- What to do -
Search the entries for the word "adjoint". Copy each line in which it is found.

- Dataset records -
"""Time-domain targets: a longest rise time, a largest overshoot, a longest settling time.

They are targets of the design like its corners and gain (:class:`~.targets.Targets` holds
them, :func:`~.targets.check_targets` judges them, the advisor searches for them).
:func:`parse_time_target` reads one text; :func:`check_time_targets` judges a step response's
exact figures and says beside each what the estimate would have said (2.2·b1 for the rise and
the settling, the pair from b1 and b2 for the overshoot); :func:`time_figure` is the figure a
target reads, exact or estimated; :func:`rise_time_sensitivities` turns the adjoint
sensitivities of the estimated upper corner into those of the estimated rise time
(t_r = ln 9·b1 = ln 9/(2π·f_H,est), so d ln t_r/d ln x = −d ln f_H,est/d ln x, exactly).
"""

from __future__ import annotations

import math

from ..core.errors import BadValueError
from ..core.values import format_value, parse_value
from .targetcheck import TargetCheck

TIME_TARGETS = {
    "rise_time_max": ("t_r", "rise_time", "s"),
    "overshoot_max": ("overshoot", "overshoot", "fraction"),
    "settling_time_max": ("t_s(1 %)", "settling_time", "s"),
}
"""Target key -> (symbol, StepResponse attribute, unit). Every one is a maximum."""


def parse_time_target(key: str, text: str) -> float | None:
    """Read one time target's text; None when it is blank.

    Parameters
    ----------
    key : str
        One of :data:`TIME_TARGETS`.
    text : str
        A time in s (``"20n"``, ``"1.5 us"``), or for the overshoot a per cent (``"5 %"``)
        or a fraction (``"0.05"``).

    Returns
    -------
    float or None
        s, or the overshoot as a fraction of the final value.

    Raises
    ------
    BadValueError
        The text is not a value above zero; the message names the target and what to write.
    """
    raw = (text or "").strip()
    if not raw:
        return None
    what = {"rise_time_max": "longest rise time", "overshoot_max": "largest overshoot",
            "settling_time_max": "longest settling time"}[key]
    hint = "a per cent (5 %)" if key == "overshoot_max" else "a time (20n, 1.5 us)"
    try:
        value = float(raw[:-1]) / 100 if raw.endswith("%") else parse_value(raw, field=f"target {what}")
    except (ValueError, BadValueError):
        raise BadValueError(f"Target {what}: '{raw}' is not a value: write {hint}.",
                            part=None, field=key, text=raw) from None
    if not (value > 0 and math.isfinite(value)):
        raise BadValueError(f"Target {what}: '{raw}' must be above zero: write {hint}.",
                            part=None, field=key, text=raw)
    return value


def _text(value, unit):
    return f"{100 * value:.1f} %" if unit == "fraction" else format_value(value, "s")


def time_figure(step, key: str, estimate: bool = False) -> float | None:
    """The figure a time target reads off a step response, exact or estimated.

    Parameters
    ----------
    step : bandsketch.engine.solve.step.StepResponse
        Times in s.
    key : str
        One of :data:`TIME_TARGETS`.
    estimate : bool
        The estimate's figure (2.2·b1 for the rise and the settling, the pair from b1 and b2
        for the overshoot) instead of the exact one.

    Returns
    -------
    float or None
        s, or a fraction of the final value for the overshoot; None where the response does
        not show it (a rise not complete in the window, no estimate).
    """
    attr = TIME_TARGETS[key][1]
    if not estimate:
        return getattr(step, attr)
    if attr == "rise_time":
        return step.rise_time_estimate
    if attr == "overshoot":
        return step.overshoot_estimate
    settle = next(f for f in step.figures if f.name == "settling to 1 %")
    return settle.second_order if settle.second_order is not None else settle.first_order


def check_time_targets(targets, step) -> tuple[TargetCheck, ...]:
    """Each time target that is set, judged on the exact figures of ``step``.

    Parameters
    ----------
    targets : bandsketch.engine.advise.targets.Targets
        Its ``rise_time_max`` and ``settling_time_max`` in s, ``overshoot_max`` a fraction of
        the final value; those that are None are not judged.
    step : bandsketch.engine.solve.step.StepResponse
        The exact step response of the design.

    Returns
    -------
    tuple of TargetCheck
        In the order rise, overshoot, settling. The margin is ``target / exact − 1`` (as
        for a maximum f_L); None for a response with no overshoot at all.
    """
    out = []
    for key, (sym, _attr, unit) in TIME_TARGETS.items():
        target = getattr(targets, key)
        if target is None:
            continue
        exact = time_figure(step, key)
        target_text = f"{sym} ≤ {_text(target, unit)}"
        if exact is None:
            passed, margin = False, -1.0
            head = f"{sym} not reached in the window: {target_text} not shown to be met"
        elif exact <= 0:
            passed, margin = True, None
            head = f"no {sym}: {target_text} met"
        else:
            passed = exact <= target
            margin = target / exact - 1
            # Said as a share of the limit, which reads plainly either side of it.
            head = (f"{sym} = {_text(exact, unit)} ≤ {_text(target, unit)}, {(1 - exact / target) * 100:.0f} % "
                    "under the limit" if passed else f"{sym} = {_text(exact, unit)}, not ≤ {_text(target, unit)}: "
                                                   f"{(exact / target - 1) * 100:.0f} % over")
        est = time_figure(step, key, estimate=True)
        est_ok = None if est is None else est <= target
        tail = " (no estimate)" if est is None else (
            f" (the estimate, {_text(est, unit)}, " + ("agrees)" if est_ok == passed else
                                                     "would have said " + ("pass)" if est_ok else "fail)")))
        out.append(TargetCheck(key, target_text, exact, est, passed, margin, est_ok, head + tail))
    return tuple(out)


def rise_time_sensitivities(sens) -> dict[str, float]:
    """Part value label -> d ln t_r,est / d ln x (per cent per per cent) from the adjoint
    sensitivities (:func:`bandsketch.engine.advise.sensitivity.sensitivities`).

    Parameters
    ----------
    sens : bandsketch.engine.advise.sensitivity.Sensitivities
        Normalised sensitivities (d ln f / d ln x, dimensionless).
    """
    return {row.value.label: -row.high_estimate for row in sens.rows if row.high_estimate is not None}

- Answer box -
target reads, exact or estimated; :func:`rise_time_sensitivities` turns the adjoint
    """Part value label -> d ln t_r,est / d ln x (per cent per per cent) from the adjoint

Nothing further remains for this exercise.